BEGIN RECORDS SHOWN
/// Builds the report's files in memory: `(file name, contents)`.
pub fn build_report() -> Result<Vec<(String, String)>> {
    let db = Database::builtin()?;
    // The scenario and the figures' curves are independent sweeps.
    let (scenario, figs) = rayon::join(Liquefier::compute, figures);
    let scenario = scenario?;
    let curves = HydrogenTable::new(&scenario.hydrogen);
    let species_rows = MolarTable::joined(&scenario.species, Basis::Mole);
    let Liquefier {
        kg_per_hour: kg_per_h,
        equilibrium_para_fraction: para_eq,
        conversion_heat: q_mol,
        conversion_heat_per_kg: q_kg,
        latent_heat_ratio,
        load_w,
        ..
    } = scenario;
    let warnings: Vec<String> = species_rows
        .warnings()
        .into_iter()
        .chain(curves.warnings())
        .collect();
    let flagged = |rows: &mut dyn Iterator<Item = bool>| rows.filter(|f| *f).count();
    let species_flagged = flagged(&mut species_rows.rows.iter().map(|r| r.degeneracy.quantum_flag));
    let hydrogen_flagged = flagged(&mut curves.rows.iter().map(|r| r.degeneracy.quantum_flag));
    let note = degeneracy_note(
        species_rows
            .rows
            .first()
            .map(|r| r.degeneracy.quantum_tolerance)
            .unwrap_or(0.0),
    );
    let warning_html: String = warnings
        .iter()
        .map(|w| format!("<li>{}</li>\n", esc(w)))
        .collect();
    let hydrogen_csv = to_csv(&curves)?;
    let species_csv = to_csv(&SpeciesRows(&species_rows))?;

    let [cp_plot, fraction_plot, heat_plot] = figs?;
    let cp_plot = inline_svg(&cp_plot)?;
    let fraction_plot = inline_svg(&fraction_plot)?;
    let heat_plot = inline_svg(&heat_plot)?;

    let sources = html_table(&SourceRows(
        db.all()
            .iter()
            .map(|sp| {
                Ok(SpeciesCard::new(sp)?
                    .constants
                    .into_iter()
                    .map(move |c| [sp.name.clone(), c.quantity, c.value, c.unit, c.source]))
            })
            .collect::<Result<Vec<_>>>()?
            .into_iter()
            .flatten()
            .collect(),
    ))
    .replace("<table>", "<table class=\"text\">");
    let html = format!(
        r#"<!DOCTYPE html>
<html lang="en">
<head>
<meta charset="utf-8"/>
<title>Conversion load of the Harrow Fen hydrogen liquefier (zsum report)</title>
<style>
body {{ font-family: sans-serif; max-width: 60em; margin: 2em auto; line-height: 1.45; color: #111; }}
table {{ border-collapse: collapse; font-size: 0.85em; margin: 1em 0; }}
th, td {{ border: 1px solid #bbb; padding: 0.2em 0.5em; text-align: right; }}
th {{ background: #eee; }}
.caution {{ border: 2px solid #a33; background: #fff3f3; padding: 0.6em 1em; }}
figure {{ margin: 1em 0; }}
.wide {{ overflow-x: auto; }}
table.text td {{ text-align: left; }}
table.text td:nth-child(4) {{ white-space: nowrap; }}
</style>
</head>
<body>
<h1>Conversion load of the Harrow Fen hydrogen liquefier</h1>
<p class="caution"><strong>Caution.</strong> {caution}</p>
<p>A worked scenario (fictional): the Harrow Fen cryogenics laboratory runs a small
liquefier making {litres} L of liquid hydrogen an hour ({kg:.3} kg/h at a liquid density
of {rho} kg/m<sup>3</sup>, common practice). Warm hydrogen is normal: three quarters ortho.
Liquefied without a conversion catalyst it keeps that ortho fraction and then converts
slowly towards equilibrium at 20.28 K, releasing heat in the dewar.</p>
<h2>Result at the normal boiling point, 20.28 K</h2>
<ul>
<li>equilibrium para fraction: <strong>{para:.4}</strong></li>
<li>heat released converting normal to equilibrium hydrogen: <strong>{qmol:.1} J/mol</strong>
= <strong>{qkg:.1} kJ/kg</strong></li>
<li>compared with the latent heat of vaporisation, about {latent:.0} J/mol (common practice,
from memory): the conversion heat is {ratio:.2} times larger, enough to boil off the
liquid it is released in</li>
<li>continuous heat load if the whole product were left unconverted:
<strong>{load:.1} W</strong> ({kg:.3} kg/h × {qkg:.1} kJ/kg)</li>
</ul>
<p>For comparison, the standard compilation of hydrogen's ortho/para properties
(Woolley, Scott and Brickwedde, 1948, from memory) gives about 0.998 for the para
fraction and about 1.06 kJ/mol (525 kJ/kg) for the conversion heat.</p>
<h2>Heat capacity of normal, equilibrium and para hydrogen</h2>
{cp_plot}
<h2>Equilibrium ortho fraction</h2>
{fraction_plot}
<h2>Heats of conversion</h2>
{heat_plot}
<h2>Standard molar functions at 298.15 K and 1 bar</h2>
<p>{reference}. {note}.</p>
{species_table}
<h2>Hydrogen from 10 K to 400 K (normal hydrogen, ortho fraction 0.75: S and H − H0 from each isomer's own lowest level; Cp of each state; conversion heats)</h2>
{hydrogen_table}
<h2>Where classical translation is not exact</h2>
<p>Sackur–Tetrode translation counts the molecules by Boltzmann statistics. The first
correction for their Bose or Fermi statistics is of relative size nΛ<sup>3</sup>/2<sup>5/2</sup>
(n = p/kT, Λ = h/sqrt(2π m kT); standard result); rows where it exceeds the tolerance
of the printed digits are marked * ({species_flagged} of {species_count} species rows,
{hydrogen_flagged} of {hydrogen_count} hydrogen rows). The conversion heats are internal
and do not depend on it.</p>
<ul class="warnings">
{warning_html}</ul>
<h2>Sources and models</h2>
<ul>
<li>Model: ideal gas at 1 bar; translation by Sackur–Tetrode; rotation and vibration
by exact sums over the vibrating-rotor levels (anharmonic G(v), B<sub>v</sub> = B<sub>e</sub> −
α<sub>e</sub>(v + 1/2), centrifugal D<sub>e</sub>) with nuclear-spin statistics
(H2: para even J weight 1, ortho odd J weight 3); electronic levels as listed per species.
Every printed digit of every sum is certified by zsum's engine; where the
first quantum-statistics correction to Sackur–Tetrode translation exceeds the printed
tolerance, the row is marked * (see above).</li>
<li>Conventions: H0 is the lowest level; for a frozen spin-isomer mixture (normal
hydrogen, the state of freshly liquefied gas) each isomer keeps its own lowest level as
its H0, so that H − H0 and −(G − H0)/T start from zero; conventional entropy S excludes
nuclear spin as the standard tables do; S_total includes it.</li>
<li>Constants: SI 2019 exact defining constants; atomic mass constant CODATA 2018.</li>
<li>Comparison values: Woolley, Scott and Brickwedde (1948), from memory; liquid density
and latent heat: common practice, from memory.</li>
</ul>
<h3>Every constant of every species, with its unit and source</h3>
{sources}
<p>Files: <a href="hydrogen.csv">hydrogen.csv</a>, <a href="species_298K.csv">species_298K.csv</a>.</p>
</body>
</html>
"#,
        caution = esc(CAUTION),
        litres = LITRES_PER_HOUR,
        kg = kg_per_h,
        rho = LIQUID_DENSITY,
        para = para_eq,
        qmol = q_mol,
        qkg = q_kg,
        latent = LATENT_HEAT_J_PER_MOL,
        ratio = latent_heat_ratio,
        load = load_w,
        note = esc(&note),
        species_count = species_rows.rows.len(),
        hydrogen_count = curves.rows.len(),
        reference = esc(&species_rows.reference_line()),
        species_table = html_table(&SpeciesRows(&species_rows)),
        hydrogen_table = html_table(&HydrogenRows(&curves)),
    );
    Ok(vec![
        ("index.html".into(), html),
        ("hydrogen.csv".into(), hydrogen_csv),
        ("species_298K.csv".into(), species_csv),
        (
            "summary.txt".into(),
            summary_lines(
                para_eq,
                q_mol,
                q_kg,
                load_w,
                species_flagged + hydrogen_flagged,
            )
            .join("\n")
                + "\n",
        ),
    ])
}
END RECORDS SHOWN
Copy every line of the data that holds the string "align".

* REPLY *
th, td {{ border: 1px solid #bbb; padding: 0.2em 0.5em; text-align: right; }}
table.text td {{ text-align: left; }}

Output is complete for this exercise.